ASSIGNMENT »
Return only the tail of the data below, word for word: the line with "if ('between' in" and each line after it through the final one.

-*-

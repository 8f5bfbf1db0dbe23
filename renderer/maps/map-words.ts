import type { ExposureDates } from '../../core/study/exposure-dates.ts';
import { dayAndMonth, fixed, signed } from '../ui/format.ts';
import { words } from '../words/words.ts';
import type { MapScale } from './map-scale.ts';

/** A date with its year, such as `21 June 2025`. */
export const wholeDate = (date: string): string => `${dayAndMonth(date)} ${date.slice(0, 4)}`;

/** For when a map holds, in words. */
export function periodText(dates: ExposureDates): string {
  if ('year' in dates) return words.maps.inYear(`${dates.year}`);
  if ('between' in dates) return words.maps.between(wholeDate(dates.between[0]), wholeDate(dates.between[1]));
  if (!('dates' in dates)) return '';
  const [first] = dates.dates;
  if (first === undefined) return '';
  return dates.dates.length === 1 ? wholeDate(first) : words.maps.meanDay(first.slice(0, 4));
}

/** A cell's size, with no more decimals than it has [m]. */
export const cellSize = (m: number): string => fixed(m, m >= 1 ? 0 : m * 10 === Math.round(m * 10) ? 1 : 2);

/** A number of the map as it is shown: two figures finer than the end of its scale, and never finer than a hundredth. */
export const mapNumber = (scale: MapScale, value: number): string => {
  const decimals = scale.most >= 100 ? 0 : scale.most >= 2 ? 1 : 2;
  return (scale.isSigned ? signed : fixed)(value, decimals);
};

-*-

ANSWER BOX »
  if ('between' in dates) return words.maps.between(wholeDate(dates.between[0]), wholeDate(dates.between[1]));
  if (!('dates' in dates)) return '';
  const [first] = dates.dates;
  if (first === undefined) return '';
  return dates.dates.length === 1 ? wholeDate(first) : words.maps.meanDay(first.slice(0, 4));
}

/** A cell's size, with no more decimals than it has [m]. */
export const cellSize = (m: number): string => fixed(m, m >= 1 ? 0 : m * 10 === Math.round(m * 10) ? 1 : 2);

/** A number of the map as it is shown: two figures finer than the end of its scale, and never finer than a hundredth. */
export const mapNumber = (scale: MapScale, value: number): string => {
  const decimals = scale.most >= 100 ? 0 : scale.most >= 2 ? 1 : 2;
  return (scale.isSigned ? signed : fixed)(value, decimals);
};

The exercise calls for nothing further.